Nu naar oordeel van het Hof geen sprake is van een schending van de in artikel 40, lid 2, van de Wet WOZ opgenomen toezendplicht, bestaat ook geen aanleiding om op die grond een proceskostenvergoeding toe te kennen. Ook overigens ziet het Hof daarvoor geen aanleiding. Het Hof merkt daarbij op dat de Rechtbank met de gebrekkige onderbouwing doelt op de taxatiematrix die in de beroepsfase is overgelegd ter onderbouwing van de vastgestelde waarde. Naar het oordeel van de Rechtbank heeft dat gebrek niet afgedaan aan de bewijskracht van de taxatiematrix dat de waarde niet te hoog is vastgesteld. Anders dan belanghebbende kennelijk meent, heeft de Rechtbank zich dus in zoverre niet uitgelaten over een schending van de toezendplicht als bedoeld in artikel 40, lid 2, van de Wet WOZ of een ander gebrek in de bezwaarfase.
Slotsom
Op grond van het vorenstaande is het hoger beroep ongegrond.

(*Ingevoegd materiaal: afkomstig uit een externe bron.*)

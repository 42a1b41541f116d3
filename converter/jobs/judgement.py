"""Judgement of stations: mistyped ones, overshoot between them, too few of them; named by where they stand."""

import math

from converter.jobs.spring_records import JudgementRecord
from converter.jobs.stations import StationProfile
from geometry.arrays import FloatArray
from geometry.bspline import Spline
from geometry.interpolate import EndCondition
from geometry.parameter import ParameterKind
from geometry.springing import Sprung, spring
from geometry.stations import judge_stations, overshoots, sparse_spans

__all__ = ["judged"]

_MOST_JUDGED = 20_000  # stations of a profile: more were not typed by anybody
_COLUMNS = ("x", "y", "z")


def judged(
    profile: StationProfile,
    sprung: Sprung,
    degree: int,
    ends: EndCondition,
    parameter: ParameterKind,
    names: tuple[str, ...],
) -> JudgementRecord:
    """Judge the stations of a profile and the curve through them.

    Args:
        profile: stations, in the frame that they are read in.
        sprung: the curve, in the same frame.
        degree, ends, parameter: that it was sprung with.
        names: headings of the coordinates.
    """
    record = JudgementRecord()
    if len(profile.points) > _MOST_JUDGED:
        profile.warnings.append(f"more than {_MOST_JUDGED} stations are not judged: nobody typed them")
        return record
    names = names if len(names) == profile.points.shape[1] else _COLUMNS
    for suspect in judge_stations(profile.points, profile.closed, profile.corners):
        record.suspects.append(
            {
                "row": suspect.row + 1,
                "place": profile.places[suspect.row],
                "line": None if profile.lines is None else profile.lines[suspect.row],
                "column": names[suspect.column],
                "given": suspect.given,
                "fair": suspect.fair,
                "off": suspect.off,
                "meant": suspect.meant,
                "odds": suspect.odds,
            }
        )

    def respring(other: ParameterKind | None, end: EndCondition | None, power: int | None) -> tuple[Spline, FloatArray]:
        if end is not None and profile.closed:
            raise ValueError("a closed curve has no ends")
        if (end or ends) == "clamped":
            raise ValueError("the directions at the ends belong to the present curve")
        again = spring(
            profile.points, profile.closed, profile.corners, power or degree, end or ends, other or parameter
        )
        return again.spline, again.parameters

    rows = sprung.rows.tolist()
    for fault in overshoots(sprung.spline, sprung.parameters, respring):
        ends_of = _ends(profile, rows, fault.from_row)
        size = math.degrees(fault.size) if fault.kind == "turn" else fault.size
        x, y = fault.where[:2].tolist()
        record.overshoots.append({"kind": fault.kind, **ends_of, "size": size, "x": x, "y": y, "cure": fault.cure})
    for span in sparse_spans(sprung.spline, sprung.parameters):
        x, y = span.where[:2].tolist()
        where = {"turn_deg": math.degrees(span.turn), "x": x, "y": y, "along": span.along}
        record.sparse.append({**_ends(profile, rows, span.row), **where})
    return record


def _ends(profile: StationProfile, rows: list[int], at: int) -> dict[str, int | str]:
    """Return the stations at the ends of a piece, rows counted from 1."""
    first, last = rows[at], rows[(at + 1) % len(rows)]
    places = profile.places
    return {"from_row": first + 1, "to_row": last + 1, "from_place": places[first], "to_place": places[last]}
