"""Which profile of one revision stands for which of the other, without names: by handle, by layer and place."""

from collections.abc import Sequence
from dataclasses import dataclass

import numpy as np

from converter.jobs.figures import Figure
from geometry.arrays import FloatArray, IntArray

__all__ = ["Pairing", "pair_up"]

_SAMPLES = 48  # a figure: enough to tell which of two is nearer
_REACH = 0.5  # of the size: figures that lie farther apart than this stand for different things
_AGREES = 1.5  # a handle agrees while its partner lies no farther than so many times the nearest of either
_ALIKE = 3.0  # sizes of partners by handle that lie far from one another differ by no more than this factor
_BLOCK = 4096  # candidates whose distances are computed at once


@dataclass(frozen=True, slots=True)
class Pairing:
    """What stands for what.

    Attributes:
        pairs: (index in old, index in new, how), in the order of old; how is "handle", "place", "place on another
            layer" or "nothing else".
        only_old, only_new: indices of what has no partner.
    """

    pairs: list[tuple[int, int, str]]
    only_old: list[int]
    only_new: list[int]


def pair_up(old: Sequence[Figure], new: Sequence[Figure]) -> Pairing:
    """Pair the profiles of two revisions.

    Open profiles pair with open ones and closed with closed. First by handle, where the handle agrees with the place:
    same layer, and neither of the two has another candidate that lies much nearer (drawings that were exported again
    have new handles, which agree by chance only); partners by handle may lie anywhere, for parts are moved. Then, on
    each layer, so that the sum of their distances is least, among those that lie within half their size of one
    another; then the rest likewise without regard to layers. What is the only closed (or open) profile of both drawings
    pairs wherever it lies and whatever its size.

    The distance is that of samples, both ways, about as large as the Hausdorff distance.

    Args:
        old, new: in the same coordinates.
    """
    first = _candidates(old, new)
    partner: dict[int, tuple[int, str]] = {}
    taken: set[int] = set()
    for i, j in _by_handle(old, new, first):
        partner[i] = (j, "handle")
        taken.add(j)
    for same_layer, word in ((True, "place"), (False, "place on another layer")):
        for i, j in _by_place(old, new, first, set(partner), taken, same_layer):
            partner[i] = (j, word)
            taken.add(j)
    for closed in (True, False):
        here, there = ([k for k, f in enumerate(group) if f.closed == closed] for group in (old, new))
        if len(here) == len(there) == 1 and here[0] not in partner and there[0] not in taken:
            partner[here[0]] = (there[0], "nothing else")
            taken.add(there[0])
    pairs = [(i, *partner[i]) for i in sorted(partner)]
    return Pairing(
        pairs,
        [i for i in range(len(old)) if i not in partner],
        [j for j in range(len(new)) if j not in taken],
    )


@dataclass(frozen=True, slots=True, eq=False)
class _Candidates:
    """Pairs that lie near one another: rows of old and new and their distance, shape (k,) each."""

    old: IntArray
    new: IntArray
    distance: FloatArray

    def nearest(self, count_old: int, count_new: int) -> tuple[FloatArray, FloatArray]:
        """Return the distance of the nearest candidate of every old and every new figure, infinite where none is."""
        by_old, by_new = np.full(count_old, np.inf), np.full(count_new, np.inf)
        np.minimum.at(by_old, self.old, self.distance)
        np.minimum.at(by_new, self.new, self.distance)
        return by_old, by_new


def _candidates(old: Sequence[Figure], new: Sequence[Figure]) -> _Candidates:
    """Return all pairs of one kind whose boxes reach one another within half the larger size."""
    empty = np.zeros(0, dtype=np.intp)
    if not old or not new:
        return _Candidates(empty, empty, np.zeros(0))
    from shapely import STRtree, box

    boxes = [np.array([[*f.curve.bounds()[0][:2], *f.curve.bounds()[1][:2]] for f in group]) for group in (old, new)]
    sizes = [np.array([f.size for f in group]) for group in (old, new)]
    grown = boxes[0] + _REACH * sizes[0][:, None] * np.array([-1.0, -1.0, 1.0, 1.0])
    i, j = (np.asarray(a, dtype=np.intp) for a in STRtree(box(*boxes[1].T)).query(box(*grown.T)))
    # a distance within reach leaves no corner of one box farther than that from the other's
    apart = np.abs(boxes[0][i] - boxes[1][j]).max(axis=1)
    closed = [np.array([f.closed for f in group]) for group in (old, new)]
    kept = (closed[0][i] == closed[1][j]) & (apart <= _REACH * np.maximum(sizes[0][i], sizes[1][j]))
    i, j = i[kept], j[kept]
    distance = _distances(_samples(old), _samples(new), i, j)
    near = distance <= _REACH * np.maximum(sizes[0][i], sizes[1][j])
    return _Candidates(i[near], j[near], distance[near])


def _samples(figures: Sequence[Figure]) -> FloatArray:
    """Return points evenly along every figure, shape (n, samples, 2), in plan."""
    out = np.empty((len(figures), _SAMPLES, 2))
    for k, figure in enumerate(figures):
        flat = figure.curve.flatten(max(1e-3 * figure.size, 1e-300))
        out[k] = flat.at(np.linspace(0.0, flat.length(), _SAMPLES))[:, :2]  # a closed one ends where it begins
    return out


def _distances(old: FloatArray, new: FloatArray, i: IntArray, j: IntArray) -> FloatArray:
    """Return the largest distance from a sample of either figure to the nearest segment of the other's samples."""
    out = np.zeros(len(i))
    for at in range(0, len(i), _BLOCK // _SAMPLES):
        block = slice(at, at + _BLOCK // _SAMPLES)
        a, b = old[i[block]], new[j[block]]
        out[block] = np.maximum(_farthest(a, b), _farthest(b, a))
    return out


def _farthest(points: FloatArray, path: FloatArray) -> FloatArray:
    """Return, for every figure, the largest distance from its points to the segments of a path, shape (k,)."""
    start, step = path[:, None, :-1], np.diff(path, axis=1)[:, None]
    to = points[:, :, None] - start
    share = np.clip((to * step).sum(axis=3) / np.maximum((step * step).sum(axis=3), 1e-300), 0.0, 1.0)
    return np.sqrt(((to - share[..., None] * step) ** 2).sum(axis=3).min(axis=2).max(axis=1))


def _by_handle(old: Sequence[Figure], new: Sequence[Figure], near: _Candidates) -> list[tuple[int, int]]:
    """Return the pairs whose handles agree and whose places do not speak against it."""
    by_id = {figure.id: j for j, figure in enumerate(new)}
    alike = [
        (i, by_id[figure.id])
        for i, figure in enumerate(old)
        if figure.id in by_id
        and figure.layer == new[by_id[figure.id]].layer
        and figure.closed == new[by_id[figure.id]].closed
    ]
    if not alike:
        return []
    i, j = (np.array(side, dtype=np.intp) for side in zip(*alike, strict=True))
    by_old, by_new = near.nearest(len(old), len(new))
    samples = (_samples(old), _samples(new))
    distance = _distances(*samples, i, j)
    size = np.array([[old[a].size, new[b].size] for a, b in alike])
    ratio = size.max(axis=1) / np.maximum(size.min(axis=1), 1e-300)
    close = distance <= _REACH * size.max(axis=1)
    agrees = (distance <= _AGREES * np.minimum(by_old[i], by_new[j])) & (close | (ratio <= _ALIKE))
    return [alike[k] for k in np.flatnonzero(agrees).tolist()]


def _by_place(
    old: Sequence[Figure],
    new: Sequence[Figure],
    near: _Candidates,
    used_old: set[int],
    used_new: set[int],
    same_layer: bool,
) -> list[tuple[int, int]]:
    """Return the pairs of least distance in all among what is left, as many of them as can be had."""
    rows = [
        k
        for k, (i, j) in enumerate(zip(near.old.tolist(), near.new.tolist(), strict=True))
        if i not in used_old and j not in used_new and (not same_layer or old[i].layer == new[j].layer)
    ]
    if not rows:
        return []
    from scipy.optimize import linear_sum_assignment
    from scipy.sparse import coo_array
    from scipy.sparse.csgraph import connected_components

    i, j, distance = near.old[rows], near.new[rows], near.distance[rows]
    count = len(old) + len(new)
    graph = coo_array((np.ones(len(rows)), (i, len(old) + j)), shape=(count, count))
    _, group = connected_components(graph, directed=False)
    pairs = []
    order = np.argsort(group[i], kind="stable")
    for part in np.split(order, np.flatnonzero(np.diff(group[i][order])) + 1):
        own, other = np.unique(i[part]), np.unique(j[part])
        missing = 1.0 + len(part) * float(distance[part].max())  # dearer than any set of real pairs: used only in need
        cost = np.full((len(own), len(other)), missing)
        cost[np.searchsorted(own, i[part]), np.searchsorted(other, j[part])] = distance[part]
        for a, b in zip(*linear_sum_assignment(cost), strict=True):
            if cost[a, b] < missing:
                pairs.append((int(own[a]), int(other[b])))
    return pairs
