"""The job `inspect`: what is in a drawing, what is wrong with it, and what to do next."""

import shlex
import time
from collections import Counter
from dataclasses import asdict, dataclass, field
from pathlib import Path
from typing import Any

import converter
from converter.drawing import Drawing, Profile, read_drawing
from converter.jobs.assess import Assessment, assess, outline_of
from converter.jobs.defects import repeated_segments, segment_lengths, self_crossings
from converter.units import Length
from geometry.errors import GeometryError

__all__ = ["InspectRecord", "InspectSettings", "InspectedProfile", "inspect_drawing"]

_CORNER = 30.0  # degrees: chords of stations that turn by more meet at a corner, as a rule
_PLACES = 20  # crossings listed a profile; all are counted


@dataclass(frozen=True, slots=True)
class InspectSettings:
    """How to look.

    Attributes:
        layers: layers to take profiles from; empty for all.
        gap: ends nearer than this are joined; None takes 1e-6 of the extent.
        units: name of the drawing's unit, overriding $INSUNITS.
    """

    layers: tuple[str, ...] = ()
    gap: Length | None = None
    units: str | None = None


@dataclass(slots=True)
class InspectedProfile:
    """One profile; lengths in drawing units.

    Attributes:
        id, layer, closed, dimension: as `Profile`.
        sources: source entities by DXF type.
        vertices: as drawn.
        length, area: of the curve; the area is signed, anticlockwise positive, 0 when open or not planar.
        segments: shortest, median and longest segment and how many there are; None for splines alone.
        zero_length_segments: vertices that repeat the one before.
        self_crossings: places where it crosses, touches or retraces itself; None in 3-D or where that cannot be told.
        crossings: the first of these places, x and y.
        jaggedness: kind, size, recommended tolerance and reason; None for true curves.
        looks_like: outline (jagged: edges are evidence), stations (only the vertices are), clean, curves, or unusable.
        advice: what to do with it; `why` is the reason.
    """

    id: str
    layer: str
    sources: dict[str, int]
    closed: bool
    dimension: int
    vertices: int
    length: float
    area: float
    segments: dict[str, float] | None
    zero_length_segments: int
    self_crossings: int | None
    crossings: list[list[float]]
    jaggedness: dict[str, Any] | None
    looks_like: str
    advice: str
    why: str


@dataclass(slots=True)
class InspectRecord:
    """The whole drawing; lengths in drawing units.

    Attributes:
        version: of this program; `dxf_version` is that of the file.
        units: name of the unit, `unitless` where the drawing states none.
        extents: least and greatest coordinates of the chosen profiles; None without any.
        gap: distance at or under which ends were joined.
        entities: entities of the model space by layer and DXF type.
        passed_through, in_blocks, skipped: what is no profile, as read.
        near_gaps: ends that nearly meet, the smallest gap first.
        repeated_segments: lines and arcs that repeat another one on their layer.
        suggestion: the command to run next, or None; `reason` says why.
    """

    command: str
    version: str
    input: str
    dxf_version: str
    units: str
    extents: dict[str, list[float]] | None
    gap: float
    entities: dict[str, dict[str, int]]
    profiles: list[InspectedProfile] = field(default_factory=list)
    near_gaps: list[dict[str, Any]] = field(default_factory=list)
    repeated_segments: int = 0
    passed_through: dict[str, int] = field(default_factory=dict)
    in_blocks: dict[str, int] = field(default_factory=dict)
    skipped: list[dict[str, str]] = field(default_factory=list)
    warnings: list[str] = field(default_factory=list)
    suggestion: str | None = None
    reason: str = ""
    seconds: dict[str, float] = field(default_factory=dict)

    def as_json(self) -> dict[str, Any]:
        """Return the record as plain dictionaries, lists, numbers and text."""
        return asdict(self)


def inspect_drawing(source: Path, settings: InspectSettings | None = None) -> InspectRecord:
    """Look at a drawing without changing anything.

    Args:
        source: DXF file.
        settings: see `InspectSettings`; None for the defaults.

    Raises:
        ConverterError: the file or the settings cannot be used.
    """
    settings = settings or InspectSettings()
    clock = time.perf_counter()
    drawing = read_drawing(source, settings.layers, settings.gap, settings.units)
    read = time.perf_counter()
    record = InspectRecord(
        command="inspect",
        version=converter.__version__,
        input=str(source),
        dxf_version=drawing.version,
        units=drawing.units.symbol,
        extents=_extents(drawing),
        gap=drawing.gap,
        entities=_entities(drawing),
        near_gaps=[asdict(gap) for gap in drawing.near_gaps],
        passed_through=dict(drawing.passed_through),
        in_blocks=dict(drawing.in_blocks),
        skipped=[asdict(item) for item in drawing.skipped],
        warnings=list(drawing.warnings),
    )
    record.profiles = [_inspected(profile) for profile in drawing.profiles]
    record.repeated_segments = repeated_segments(drawing.profiles)
    record.suggestion, record.reason = _suggestion(record, source, settings)
    done = time.perf_counter()
    record.seconds = {"read": read - clock, "look": done - read, "total": done - clock}
    return record


def _extents(drawing: Drawing) -> dict[str, list[float]] | None:
    if drawing.extents is None:
        return None
    low, high = drawing.extents
    return {"least": low.tolist(), "greatest": high.tolist(), "size": (high - low).tolist()}


def _entities(drawing: Drawing) -> dict[str, dict[str, int]]:
    layers: dict[str, Counter[str]] = {}
    for entity in drawing.document.modelspace():
        layer = str(entity.dxf.layer) if entity.dxf.hasattr("layer") else "0"
        layers.setdefault(layer, Counter())[entity.dxftype()] += 1
    return {layer: dict(sorted(counts.items())) for layer, counts in sorted(layers.items())}


def _inspected(profile: Profile) -> InspectedProfile:
    assessment = assess(profile, None, False)
    lengths = segment_lengths(profile)
    crossings = _crossings(profile)
    return InspectedProfile(
        id=profile.id,
        layer=profile.layer,
        sources=dict(sorted(Counter(profile.types).items())),
        closed=profile.closed,
        dimension=profile.dimension,
        vertices=profile.vertices_in,
        length=profile.length(),
        area=profile.area(),
        segments=None
        if lengths is None
        else {
            "count": lengths.count,
            "shortest": lengths.shortest,
            "median": lengths.median,
            "longest": lengths.longest,
        },
        zero_length_segments=0 if lengths is None else lengths.of_no_length,
        self_crossings=None if crossings is None else len(crossings),
        crossings=[] if crossings is None else crossings[:_PLACES].tolist(),
        jaggedness=None if assessment.jaggedness is None else asdict(assessment.jaggedness),
        looks_like=_looks_like(assessment),
        advice="leave as drawn" if assessment.as_drawn else f"fair within {assessment.tolerance:.4g}",
        why=assessment.reason,
    )


def _crossings(profile: Profile) -> Any:
    if profile.dimension != 2:
        return None
    try:
        outline, _ = outline_of(profile, None)
    except GeometryError:  # it has too few distinct points to cross itself in a way that means anything
        return None
    return self_crossings(outline)


def _looks_like(assessment: Assessment) -> str:
    if assessment.unusable:
        return "unusable"
    if assessment.jaggedness is None:
        return "curves"
    if not assessment.as_drawn:
        return "outline"
    return "stations" if assessment.jaggedness.kind == "stations" else "clean"


def _suggestion(record: InspectRecord, source: Path, settings: InspectSettings) -> tuple[str | None, str]:
    """Return the command to run next and the reason for it."""
    kinds = Counter(profile.looks_like for profile in record.profiles)
    if not record.profiles:
        return None, "there is no profile to work on"
    options = [part for layer in settings.layers for part in ("--layer", layer)]
    options += ["--gap", str(settings.gap)] if settings.gap is not None else []
    options += ["--units", settings.units] if settings.units is not None else []
    if kinds["outline"]:
        words = ["fairbatten", "fair", str(source), "-o", f"{source.stem}-faired.dxf", *options]
        few = "1 profile looks" if kinds["outline"] == 1 else f"{kinds['outline']} profiles look"
        return shlex.join(words), f"{few} like a traced or digitised outline"
    if kinds["stations"]:
        words = ["fairbatten", "spring", str(source), "-o", f"{source.stem}-sprung.dxf", "--as", "arcs"]
        words += ["--corner-angle", f"{_CORNER:g}", *options]
        few = "1 profile looks" if kinds["stations"] == 1 else f"{kinds['stations']} profiles look"
        return shlex.join(words), f"{few} like stations of a smooth curve: the chords between them are no evidence"
    return None, "nothing here needs fairing"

5.Griffierecht en proceskosten

Het Hof ziet geen aanleiding voor vergoeding van het griffierecht of een veroordeling in de proceskosten.

6.Beslissing

Het Hof bevestigt de uitspraak van de Rechtbank.
Deze uitspraak is gedaan door mr. V.F.R. Woeltjes, raadsheer, in tegenwoordigheid van mr. J. Hollander als griffier.
De beslissing is in het openbaar uitgesproken op 25 juni 2024.
De griffier, De raadsheer,
J. Hollander V.F.R. Woeltjes
Een afschrift van deze uitspraak is in Mijn Rechtspraak geplaatst. Indien u niet digitaal procedeert, is een afschrift aangetekend per post verzonden op 27 juni 2024.
Tegen deze uitspraak kunnen beide partijen binnen zes weken na de verzenddatum beroep in cassatie instellen bij
de Hoge Raad der Nederlanden via het webportaal van de Hoge Raad www.hogeraad.nl.
Bepaalde personen die niet worden vertegenwoordigd door een gemachtigde die beroepsmatig rechtsbijstand verleent, mogen per post beroep in cassatie instellen. Dit zijn natuurlijke personen en verenigingen waarvan de statuten niet zijn opgenomen in een notariële akte. Als zij geen gebruik willen maken van digitaal procederen kunnen deze personen het beroepschrift in cassatie sturen aan
de Hoge Raad der Nederlanden (belastingkamer), postbus 20303, 2500 EH Den Haag.Alle andere personen en gemachtigden die beroepsmatig rechtsbijstand verlenen, zijn in beginsel verplicht digitaal te procederen (zie
www.hogeraad.nl).
Bij het instellen van beroep in cassatie moet het volgende in acht worden genomen:
1. bij het beroepschrift wordt een afschrift van deze uitspraak gevoegd;
2 - ( alleen bij procederen op papier) het beroepschrift moet ondertekend zijn;
3 - het beroepschrift moet ten minste het volgende vermelden:
a. de naam en het adres van de indiener;
b. de dagtekening;
c. een omschrijving van de uitspraak waartegen het beroep in cassatie is gericht;
d. de gronden van het beroep in cassatie.
Voor het instellen van beroep in cassatie is griffierecht verschuldigd. Na het instellen van beroep in cassatie ontvangt de indiener een nota griffierecht van de griffier van de Hoge Raad. In het cassatieberoepschrift kan de Hoge Raad verzocht worden om de wederpartij te veroordelen in de proceskosten.

Voetnoten

1.Kamerstukken II 1992/93, 22 885, nr. 3, blz. 44.
2.Hoge Raad 12 april 2024, ECLI:NL:HR:2024:571.
3.Hoge Raad 3 maart 2023, ECLI:NL:HR:2023:332, r.o. 3.2.
4.Hoge Raad 14 oktober 2005, nr. 40.299, ECLI:NL:HR:2005:AU4300.
5.Hof Arnhem-Leeuwarden 23 april 2024, ECLI:NL:GHARL:2024:2837, r.o. 4.14.